Scarcerato tre anni fa, era tornato a guidare il clan. Una storia ordinaria nelle logiche mafiose, quella scoperta dai carabinieri di Palermo, che hanno fermato oggi il boss Angelo Monti, ritenuto il reggente della “famiglia” del Borgo Vecchio. “E’ pure ti vuole conoscere una persona qua del Borgo che comanda il Borgo, un pezzo da novanta, non un pezzo di quaranta, un pezzo da novanta. Ti dico solo il nome: Angelo. Il cognome non te lo dico non e’ giusto”. Cosi’, non sapendo di essere intercettati, due dei mafiosi finiti in cella oggi insieme al boss, parlavano di Monti. Monti fu arrestato gia’ nel 2007 perche’ ritenuto al vertice della famiglia e dal 2017 era sorvegliato speciale. Scoperti anche i “colonnelli” del capomafia: il fratello, Girolamo Monti, anche lui arrestato nel 2007 e Giuseppe Gambino, gia’ condannato per mafia, che secondo le indagini teneva la cassa della famiglia, e faceva da tramite tra i vertici e il gruppo operativo. Gli “esattori” del pizzo erano Giovanni Zimmardi, Vincenzo Vullo e Filippo Leto. Dei traffici di droga si occupavano, invece , Jari Massimiliano Ingarao, nipote del boss, e i sue due fratelli. L’inchiesta, che ha fatto luce su oltre 20 estorsioni, conferma che Cosa nostra continua ad assistere economicamente le famiglie degli affiliati detenuti e a far cassa coi metodi tradizionali del racket, della droga, e dell’infiltrazione nel tessuto economico.

 La mafia continua a controllare l’organizzazione delle celebrazioni religiose in alcuni quartieri di Palermo.
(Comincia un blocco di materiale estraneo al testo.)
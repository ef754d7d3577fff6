/**
 * One simulated device's MQTT connection, as real hardware would hold it: its own connection
 * with the device id as client id, a retained `online` status on `meniscus/<site>/<device>/status`
 * and a retained last will `offline` on the same topic (published by the broker if the device
 * vanishes), readings published with QoS 1 on `meniscus/<site>/<device>/data`.
 */
import mqtt from 'mqtt';
import type { MqttClient } from 'mqtt';

export interface DeviceConnectionOptions {
  /** Broker URL, e.g. mqtt://127.0.0.1:1883. */
  url: string;
  site: string;
  device: string;
  /** Credentials on a broker with authentication (e.g. Mosquitto with a password file). */
  username?: string;
  password?: string;
  /** MQTT protocol: 4 (3.1.1, the embedded broker) by default, or 5. */
  protocolVersion?: 4 | 5;
  /** Milliseconds between reconnect attempts: 1000 (MQTT.js default). */
  reconnectPeriodMs?: number;
}

/** A connected device. */
export interface DeviceConnection {
  readonly device: string;
  readonly dataTopic: string;
  readonly statusTopic: string;
  /** Publishes a payload (a SenML pack is serialised as JSON) with QoS 1; resolves on PUBACK. */
  publish(payload: unknown, topic?: string): Promise<void>;
  /** Publishes a retained `stopped` status and disconnects cleanly (no last will). */
  close(): Promise<void>;
  /** Drops the connection without a DISCONNECT, as a device losing power: the broker publishes the last will. */
  crash(): void;
}

/** The JSON of a status message. */
export function statusPayload(status: 'online' | 'offline' | 'stopped', atMs: number): string {
  return JSON.stringify({ status, at: new Date(atMs).toISOString() });
}

/** Connects a device and publishes its retained `online` status. Rejects if the broker refuses. */
export async function connectDevice(options: DeviceConnectionOptions): Promise<DeviceConnection> {
  const dataTopic = `meniscus/${options.site}/${options.device}/data`;
  const statusTopic = `meniscus/${options.site}/${options.device}/status`;
  const client: MqttClient = await mqtt.connectAsync(options.url, {
    clientId: options.device,
    clean: true,
    protocolVersion: options.protocolVersion ?? 4,
    reconnectPeriod: options.reconnectPeriodMs ?? 1000,
    connectTimeout: 10_000,
    ...(options.username === undefined ? {} : { username: options.username }),
    ...(options.password === undefined ? {} : { password: options.password }),
    will: {
      topic: statusTopic,
      payload: Buffer.from(JSON.stringify({ status: 'offline' })),
      qos: 1,
      retain: true,
    },
  });
  await client.publishAsync(statusTopic, statusPayload('online', Date.now()), {
    qos: 1,
    retain: true,
  });
  return {
    device: options.device,
    dataTopic,
    statusTopic,
    async publish(payload: unknown, topic = dataTopic) {
      const bytes =
        typeof payload === 'string' || payload instanceof Uint8Array
          ? Buffer.from(payload)
          : Buffer.from(JSON.stringify(payload));
      await client.publishAsync(topic, bytes, { qos: 1 });
    },
    async close() {
      if (client.connected) {
        await client.publishAsync(statusTopic, statusPayload('stopped', Date.now()), {
          qos: 1,
          retain: true,
        });
      }
      await client.endAsync();
    },
    crash() {
      client.options.reconnectPeriod = 0;
      client.stream.destroy();
      client.end(true);
    },
  };
}
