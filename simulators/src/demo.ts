/**
 * `npm run demo`: starts the server (embedded broker and archive, or whatever the MENISCUS_*
 * variables configure, exactly as `npm start`), creates the demo scenario's run over the HTTP
 * API, plays the scenario with the engine as hidden truth, logs the crew's measures over the
 * API as they start, prints each crew notice as the server raises it, and prints the server's
 * addresses. The server keeps serving after the play
 * until Ctrl-C.
 */
import type { Notice } from '../../server/src/alerts/types.ts';
import type { ServerConfig } from '../../server/src/config/index.ts';
import { startServer } from '../../server/src/server.ts';
import type { RunningServer } from '../../server/src/server.ts';
import type { PlayClock } from './playClock.ts';
import { checkSpeed } from './playClock.ts';
import { playScenario } from './playScenario.ts';
import type { PlayResult } from './playScenario.ts';
import { DEMO_SCENARIO, loadScenarioFolder } from './scenarioFolder.ts';
import { api, closeRun, findOrCreateRun, measureLogger } from './serverRun.ts';
import { utcOffsetMin } from './scenarioSchema.ts';
import type { ScenarioMeasure } from './scenarioSchema.ts';

export interface DemoOptions {
  /** Server configuration (serverConfigFromEnv(process.env) for `npm run demo`). */
  config: ServerConfig;
  /** Scenario name or folder: level3-topping. */
  scenario?: string;
  /** Event time per wall time: 60. */
  speed?: number;
  /** Measure log to play: the scenario's default (`no-action`). */
  measureLog?: string;
  /** Hours of event time to play: the whole scenario. */
  durationH?: number;
  /** Wall clock (tests pass a virtual one). */
  clock?: PlayClock;
  /** Where progress lines go: console.log. */
  print?: (line: string) => void;
  signal?: AbortSignal;
}

export interface DemoRun {
  server: RunningServer;
  /** Base URL of the HTTP server, e.g. http://127.0.0.1:8080. */
  baseUrl: string;
  runId: string;
  /** Resolves when the scenario has played (or was stopped). */
  played: Promise<PlayResult>;
  /**
   * Event time the hidden truth's margin first closed (its utilization reached 1), ms; null so
   * far. For judging the server's warning against what really happened.
   */
  truthMarginClosedAtMs(): number | null;
  /** The scenario's offset from UTC, min (for showing event times as on site). */
  utcOffsetMin: number;
  /** The server's state as polled during the play, every 10 min of event time. */
  serverStates(): readonly ServerStateSample[];
  /** The crew notices the server raised for the run so far, in order. */
  notices(): readonly Notice[];
}

/** What the demo keeps of GET /api/runs/:id/state. */
export interface ServerStateSample {
  /** Event time of the play when polled, ms. */
  polledAtMs: number;
  /** The engine's own event time, ms (null before its first reading). */
  eventTimeMs: number | null;
  phase: string;
  utilization: number | null;
  /** Expected time of the U = 1 crossing in the outlook, ms; null when none is expected. */
  expectedClosingMs: number | null;
}

/** Event time between polls of the server's state, and between progress lines. */
const STATE_POLL_MS = 10 * 60_000;
const PRINT_EVERY_MS = 30 * 60_000;

/**
 * One line comparing the server's warning with the hidden truth: when the truth's margin closed
 * and when the server's outlook first expected it to close (and at what event time it said so).
 */
export function warningSummary(
  truthClosedAtMs: number | null,
  states: readonly ServerStateSample[],
  utcOffsetMinutes: number,
): string {
  const time = (ms: number) => scenarioLocalTime(ms, utcOffsetMinutes).slice(11);
  const first = states.find(
    (sample) => sample.expectedClosingMs !== null && sample.eventTimeMs !== null,
  );
  const truthText =
    truthClosedAtMs === null
      ? 'the hidden truth kept its margin'
      : `the hidden truth's margin closed at ${time(truthClosedAtMs)}`;
  const serverText =
    first === undefined
      ? 'the server never expected it to close'
      : `the server first expected closing at ${time(first.expectedClosingMs as number)}, saying so at ${time(first.eventTimeMs as number)}`;
  return `Warning check: ${truthText}; ${serverText}.`;
}

/**
 * One line on the crew notices against the hidden truth: how many of each level, and when the
 * first ACT NOW or CRACKING LIKELY went out compared with the truth's margin closing.
 */
export function noticeSummary(
  truthClosedAtMs: number | null,
  notices: readonly Pick<Notice, 'level' | 'raisedAtMs'>[],
  utcOffsetMinutes: number,
): string {
  const levels = ['NOTE', 'PREPARE', 'ACT NOW', 'CRACKING LIKELY'] as const;
  const counts = levels
    .map((level) => [level, notices.filter((notice) => notice.level === level).length] as const)
    .filter(([, count]) => count > 0)
    .map(([level, count]) => `${count} ${level}`);
  const first = notices.find((n) => n.level === 'ACT NOW' || n.level === 'CRACKING LIKELY');
  const time = (ms: number) => scenarioLocalTime(ms, utcOffsetMinutes).slice(11);
  const firstText =
    first === undefined
      ? 'no ACT NOW or CRACKING LIKELY'
      : `the first ${first.level} at ${time(first.raisedAtMs)}` +
        (truthClosedAtMs === null
          ? ''
          : first.raisedAtMs < truthClosedAtMs
            ? `, ${Math.round((truthClosedAtMs - first.raisedAtMs) / 60_000)} min before the hidden truth's margin closed`
            : `, ${Math.round((first.raisedAtMs - truthClosedAtMs) / 60_000)} min after the hidden truth's margin closed`);
  return `Crew notices: ${notices.length === 0 ? 'none' : counts.join(', ')}; ${firstText}.`;
}

/** A figure with two decimals, without a minus sign on a rounded zero. */
function shownFigure(value: number): string {
  const text = value.toFixed(2);
  return text === '-0.00' ? '0.00' : text;
}

/** Polls the run's state; null when the server has none (yet) or cannot answer. */
async function fetchServerState(
  baseUrl: string,
  runId: string,
  polledAtMs: number,
): Promise<ServerStateSample | null> {
  try {
    const response = await api(baseUrl, `/runs/${runId}/state`);
    if (response.status !== 200) return null;
    const state = (await response.json()) as {
      eventTimeMs: number | null;
      phase: string;
      utilization: number | null;
      outlook: { crossings: { threshold: number; expectedTimeMs: number | null }[] } | null;
    };
    const crossing = state.outlook?.crossings.find((entry) => entry.threshold === 1);
    return {
      polledAtMs,
      eventTimeMs: state.eventTimeMs,
      phase: state.phase,
      utilization: state.utilization,
      expectedClosingMs: crossing?.expectedTimeMs ?? null,
    };
  } catch {
    return null;
  }
}

/** `2026-07-16 13:30` in the scenario's local time (its UTC offset). */
export function scenarioLocalTime(timeMs: number, offsetMin: number): string {
  return new Date(timeMs + offsetMin * 60_000).toISOString().slice(0, 16).replace('T', ' ');
}

/** The host a browser on this machine uses for a bind address. */
function reachableHost(bindHost: string): string {
  return bindHost === '0.0.0.0' || bindHost === '::' ? '127.0.0.1' : bindHost;
}

/** Starts the server, creates (or finds) the run and starts the play; see the file comment. */
export async function startDemo(options: DemoOptions): Promise<DemoRun> {
  const print = options.print ?? ((line: string) => console.log(line));
  const speed = checkSpeed(options.speed ?? 60);
  const { scenario, runConfig, runConfigInput } = loadScenarioFolder(
    options.scenario ?? DEMO_SCENARIO,
  );
  const measureLog = options.measureLog ?? scenario.defaultMeasureLog;
  if (!Object.hasOwn(scenario.measureLogs, measureLog)) {
    throw new RangeError(
      `measure log must be one of ${Object.keys(scenario.measureLogs).join(', ')}: got ${JSON.stringify(measureLog)}`,
    );
  }
  const server = await startServer(options.config);
  const baseUrl = `http://${reachableHost(options.config.httpHost)}:${server.httpPort}`;
  try {
    let { runId, existing } = await findOrCreateRun(baseUrl, runConfig, runConfigInput);
    if (existing) {
      // A demo plays its scenario from the start. Played into a run that an earlier play took
      // past that start, its readings arrive after the engine processed their time and are
      // quarantined, unless they are the very readings stored (another measure log or another
      // seed of the truth are not): the earlier run is closed and the play gets a run of its own.
      const earlierRunId = runId;
      await closeRun(baseUrl, earlierRunId, 'a new demo play of the scenario');
      ({ runId, existing } = await findOrCreateRun(baseUrl, runConfig, runConfigInput));
      print(
        `An earlier demo run of this scenario (${earlierRunId}) is closed; it stays in the archive. This play starts run ${runId}.`,
      );
    }
    const mqttUrl =
      options.config.mqtt.mode === 'embedded'
        ? `mqtt://${reachableHost(options.config.mqtt.host)}:${server.mqttPort}`
        : options.config.mqtt.url;
    const durationH = options.durationH ?? scenario.durationH;
    print(`Meniscus demo: ${runConfig.name ?? scenario.name}`);
    print(`  dashboard   ${baseUrl}/runs/${runId}`);
    print(
      `  run         ${baseUrl}/api/runs/${runId}   (state: ${baseUrl}/api/runs/${runId}/state)`,
    );
    print(`  devices     ${mqttUrl}, site ${runConfig.site}`);
    print(
      `  playing     ${durationH} h of event time at ${speed}x (${Math.round((durationH * 60) / speed)} min), measure log "${measureLog}"`,
    );
    const postMeasure = measureLogger(baseUrl, runId, (line) => print(`  ${line}`));
    const logMeasure = async (measure: ScenarioMeasure) => {
      print(
        `  measure     ${measure.kind} from ${measure.startAt}${measure.endAt === undefined ? '' : ` to ${measure.endAt}`}`,
      );
      await postMeasure(measure);
    };
    const offsetMin = utcOffsetMin(scenario.startAt);
    const raised: Notice[] = [];
    server.notices.listen((notice) => {
      if (notice.runId !== runId || raised.some((known) => known.id === notice.id)) return;
      raised.push(notice);
      print(`  ${scenarioLocalTime(notice.raisedAtMs, offsetMin)}  notice  ${notice.title}`);
    });
    let lastPrintMs = 0;
    let lastStateMs = 0;
    let truthClosedAtMs: number | null = null;
    const states: ServerStateSample[] = [];
    const played = playScenario({
      scenario,
      site: runConfig.site,
      url: mqttUrl,
      speed,
      measureLog,
      durationH,
      ...(options.clock === undefined ? {} : { clock: options.clock }),
      ...(options.signal === undefined ? {} : { signal: options.signal }),
      onMeasureStart: logMeasure,
      onProgress: async (eventTimeMs, truth) => {
        const figures = truth.riskFigures();
        const local = scenarioLocalTime(eventTimeMs, offsetMin);
        if (truthClosedAtMs === null && figures !== null && figures.utilization >= 1) {
          truthClosedAtMs = eventTimeMs;
          print(
            `  ${local}  (hidden truth: the margin has closed, U ${figures.utilization.toFixed(2)}, ${figures.phase} phase)`,
          );
        }
        if (eventTimeMs - lastStateMs >= STATE_POLL_MS) {
          lastStateMs = eventTimeMs;
          const sample = await fetchServerState(baseUrl, runId, eventTimeMs);
          if (sample !== null) states.push(sample);
        }
        if (eventTimeMs - lastPrintMs < PRINT_EVERY_MS) return;
        lastPrintMs = eventTimeMs;
        const counters = server.ingestor.counters;
        const quarantined = Object.values(counters.quarantined).reduce((a, b) => a + b, 0);
        const latest = states[states.length - 1];
        const serverText =
          latest === undefined || latest.utilization === null
            ? ''
            : `; server U ${shownFigure(latest.utilization)} (${latest.phase})${
                latest.expectedClosingMs === null
                  ? ''
                  : `, margin expected to close ${scenarioLocalTime(latest.expectedClosingMs, offsetMin).slice(11)}`
              }`;
        const truthText =
          figures === null
            ? ''
            : `; hidden truth U ${shownFigure(figures.utilization)} (${figures.phase})`;
        print(
          `  ${local}  readings ${counters.readingsStored}, quarantined ${quarantined}${serverText}${truthText}`,
        );
      },
    });
    return {
      server,
      baseUrl,
      runId,
      played,
      truthMarginClosedAtMs: () => truthClosedAtMs,
      utcOffsetMin: offsetMin,
      serverStates: () => states,
      notices: () => raised,
    };
  } catch (error) {
    await server.close();
    throw error;
  }
}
Lo conferma l’inchiesta dei carabinieri che oggi ha portato a 20 fermi. I militari hanno scoperto che per la festa della patrona del Borgo Vecchio, Madre Sant’Anna, Cosa nostra aveva il monopolio dell’organizzazione delle serate musicali animate dalle esibizioni di alcuni cantanti neomelodici. Secondo le indagini, i mafiosi sceglievano e ingaggiavano i musicisti e, attraverso “riffe” settimanali, raccoglievano tra i commercianti le somme di denaro necessarie per lo spettacolo. Il denaro che restava finiva nella cassa della famiglia mafiosa ed era usato per il mantenimento in carcere dei mafiosi detenuti e per investimenti illegali. Oltre alla scelta dei cantanti e al loro ingaggio il clan curava le sponsorizzazioni dei commercianti e autorizzava gli ambulanti a vendere la merce durante la festa, regolandone anche la posizione nelle strade del rione.